# [SOLVED] gentoo minimal cd fried my ethernet??

## neybis

downloaded live cd, burned to dvd (out of cds) and verified data. booted with default options, gave pages of errors mostly due to my Sound Blaster X-Fi sound card (as far as I could tell). dumped me to terminal, switched to second workspace, opened gentoo handbook in links, realized fdisk was having issues with my RAID so I booted into windows 7 to make sure disk management was still reading drives properly. realized windows networking kept going from red X to blue circle back and forth, back and forth. worried gentoo messed something up I booted my ubuntu 10.04 live cd and now it is doing the same thing. almost like a bad cable. tried different ports on the router and working cables, it appears to be my card. made sure green lan was disabled in bios but ethernet was enabled. updated to latest win7 drivers and bios. no luck...

did gentoo fck my onboard NIC?? any other techs here that may be able to give me some help?
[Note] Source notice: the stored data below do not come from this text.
package org.shutline.cli;

import java.io.PrintWriter;
import java.nio.file.Path;
import java.time.LocalDate;
import java.time.LocalDateTime;
import java.util.ArrayList;
import java.util.List;
import java.util.Locale;
import java.util.Random;
import java.util.concurrent.Callable;
import org.shutline.analysis.GasOffExtent;
import org.shutline.analysis.PlanEvaluation;
import org.shutline.analysis.hazard.HazardChecks;
import org.shutline.analysis.hazard.StepContext;
import org.shutline.model.MainStatus;
import org.shutline.model.Network;
import org.shutline.model.Progress;
import org.shutline.plan.Phase;
import org.shutline.plan.Plan;
import org.shutline.plan.PlanApplier;
import org.shutline.plan.PlanStates;
import org.shutline.plan.Step;
import org.shutline.plan.StepAction;
import org.shutline.plan.XY;
import org.shutline.topology.Topology;
import picocli.CommandLine.Command;
import picocli.CommandLine.Model.CommandSpec;
import picocli.CommandLine.Option;
import picocli.CommandLine.Parameters;
import picocli.CommandLine.Spec;

/**
 * {@code shutline bench-plan NETWORK [--steps 50] [--seed S]}: times a work plan of N
 * steps on a network (for example a large generated one): a seeded mix of valve
 * closings and openings, cuts of active mains at their middle, and abandonments,
 * applied and evaluated step by step with every hazard rule. Prints the time to
 * apply and to evaluate.
 */
@Command(name = "bench-plan", mixinStandardHelpOptions = true,
    description = "Time the evaluation of an N-step work plan on a network.")
public final class PlanBenchCommand implements Callable<Integer> {
    @Spec private CommandSpec spec;

    @Parameters(index = "0", paramLabel = "NETWORK", description = "a .gpkg file or a folder of shapefiles")
    private Path network;

    @Option(names = "--steps", defaultValue = "50", description = "number of steps (default: ${DEFAULT-VALUE})")
    private int steps;

    @Option(names = "--seed", defaultValue = "11", description = "random seed (default: ${DEFAULT-VALUE})")
    private long seed;

    @Override
    public Integer call() throws Exception {
        PrintWriter out = spec.commandLine().getOut();
        long t0 = System.nanoTime();
        Topology t = NetworkInput.load(network, null, org.shutline.app.AnalysisSettings.defaults(), Progress.NONE).topology();
        double load = (System.nanoTime() - t0) / 1e6;
        Plan plan = plan(t.network());
        t0 = System.nanoTime();
        PlanStates ps = PlanApplier.apply(plan, t, "generated");
        double apply = (System.nanoTime() - t0) / 1e6;
        t0 = System.nanoTime();
        PlanEvaluation.Result r = PlanEvaluation.evaluate(ps, HazardChecks.discover(), StepContext.Settings.defaults(LocalDate.of(2026, 12, 1)),
                GasOffExtent.DEFAULT_BUFFER_M, Progress.NONE);
        double eval = (System.nanoTime() - t0) / 1e6;
        long hazards = r.steps().stream().mapToLong(s -> s.hazards().size()).sum();
        out.printf(Locale.ROOT, "%s: %d mains, %d services; %d-step plan: load+topology %.0f ms, apply %.0f ms, evaluate %.0f ms (%.0f ms a step); %d hazards raised%n",
                network, t.network().mains().size(), t.network().services().size(), steps, load, apply, eval, eval / steps, hazards);
        out.flush();
        return 0;
    }

    private Plan plan(Network net) {
        Random rnd = new Random(seed);
        List<Step> list = new ArrayList<>();
        List<String> closed = new ArrayList<>();
        java.util.Set<String> gone = new java.util.HashSet<>();
        for (int i = 1; i <= steps; i++) {
            int kind = rnd.nextInt(10);
            StepAction a;
            if (kind < 5 || net.mains().isEmpty()) {
                String v = net.valves().get(rnd.nextInt(net.valves().size())).id();
                a = new StepAction.CloseValves(List.of(v), true);
                closed.add(v);
            } else if (kind < 7 && !closed.isEmpty()) {
                a = new StepAction.OpenValves(List.of(closed.remove(rnd.nextInt(closed.size()))));
            } else {
                var m = net.mains().get(rnd.nextInt(net.mains().size()));
                while (m.status() != MainStatus.ACTIVE || gone.contains(m.id())) m = net.mains().get(rnd.nextInt(net.mains().size()));
                if (kind < 9) {
                    var c = m.geometry().getGeometryN(0).getCentroid();
                    var lil = new org.locationtech.jts.linearref.LengthIndexedLine(m.geometry().getGeometryN(0));
                    var p = lil.extractPoint(lil.project(c.getCoordinate()));
                    a = new StepAction.CutMain(m.id(), new XY(p.x, p.y));
                } else {
                    a = new StepAction.AbandonMain(m.id());
                }
                gone.add(m.id());
            }
            list.add(new Step(i, 0, a, null, null, i));
        }
        LocalDateTime start = LocalDateTime.of(2027, 5, 3, 7, 0);
        return new Plan("benchmark plan", network.toString(), org.shutline.model.PressureUnit.KPA,
                List.of(new Phase("all", start, start.plusHours(steps), list, 1)));
    }
}
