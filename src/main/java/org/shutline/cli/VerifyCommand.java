package org.shutline.cli;

import java.io.IOException;
import java.io.PrintWriter;
import java.nio.file.Files;
import java.nio.file.Path;
import java.util.concurrent.Callable;
import org.shutline.io.OutputPackage;
import picocli.CommandLine.Command;
import picocli.CommandLine.Model.CommandSpec;
import picocli.CommandLine.Parameters;
import picocli.CommandLine.Spec;

/**
 * {@code shutline verify DIR}: checks a folder written by {@code export}, {@code plan --out},
 * {@code risk} or {@code cards} against its manifest ({@link OutputPackage}, every file's
 * size and SHA-256) and says whether the package in it is whole. Exit 0 when whole, 1
 * when a file is missing or differs (a run stopped part-way, or a file changed since),
 * 2 when the folder has no readable manifest or cannot be read. Reads only.
 */
@Command(name = "verify", mixinStandardHelpOptions = true,
    description = "Check that a folder of written files (export, plan --out, risk, cards) is whole, by its manifest.")
public final class VerifyCommand implements Callable<Integer> {
    @Spec private CommandSpec spec;

    @Parameters(index = "0", paramLabel = "DIR", description = "a folder written by export, plan --out, risk or cards")
    private Path dir;

    @Override
    public Integer call() {
        PrintWriter o = spec.commandLine().getOut();
        PrintWriter err = spec.commandLine().getErr();
        if (!Files.isDirectory(dir)) return NetworkInput.badInput(err, "verify: " + dir + " is not a folder");
        OutputPackage.Check c;
        try {
            c = OutputPackage.check(dir);
        } catch (IOException e) {
            return NetworkInput.badInput(err, "verify: cannot read " + dir + ": " + e.getMessage());
        }
        switch (c.status()) {
            case WHOLE -> {
                o.println(dir + ": " + c.describe());
                for (OutputPackage.Entry e : c.files()) o.println("  " + e.name() + "  " + e.size() + " bytes  sha256 " + e.sha256());
                o.flush();
                return 0;
            }
            case BROKEN -> {
                o.println(dir + ": NOT a whole package (manifest of " + c.command() + ", written " + c.written() + "):");
                for (String p : c.problems()) o.println("  " + p);
                o.println("Run the command again to write the whole package.");
                o.flush();
                return 1;
            }
            default -> {
                return NetworkInput.badInput(err, "verify: " + dir + ": " + c.describe());
            }
        }
    }
}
I've been using linux for almost 14 years and have been a pc tech for 7...caps don't look blown, system is stable. really just coincidence that my new mobo (less than 1 year old) fried onboard nic after rebooting from gentoo live cd??Last edited by neybis on Tue Oct 26, 2010 6:06 am; edited 1 time in total

----------

## Shining Arcanine

The CD is incapable of harming your NIC.

----------

## neybis

just saying, seriously?? that coincidental? was gaming online for a few hours, booted live cd, rebooted cpu, ethernet fried. wont work in gentoo live cd, ubuntu live cd, or win7. I mean im computer science graduate and long time tech I understand the unlikely hood of gentoo screwing something up but man, talk about timing? it could not be at all possible that it loaded a bad driver or something and tried something it shouldn't have??

----------

## aidanjt

 *Shining Arcanine wrote:*   

> The CD is incapable of harming your NIC.

 

That's not entirely true.  Remember the 2.6.27/e1000* bug which fubar'ed some Intel NICs?  The problem with modern hardware is EEPROMS/firmwares make hardware readily friable.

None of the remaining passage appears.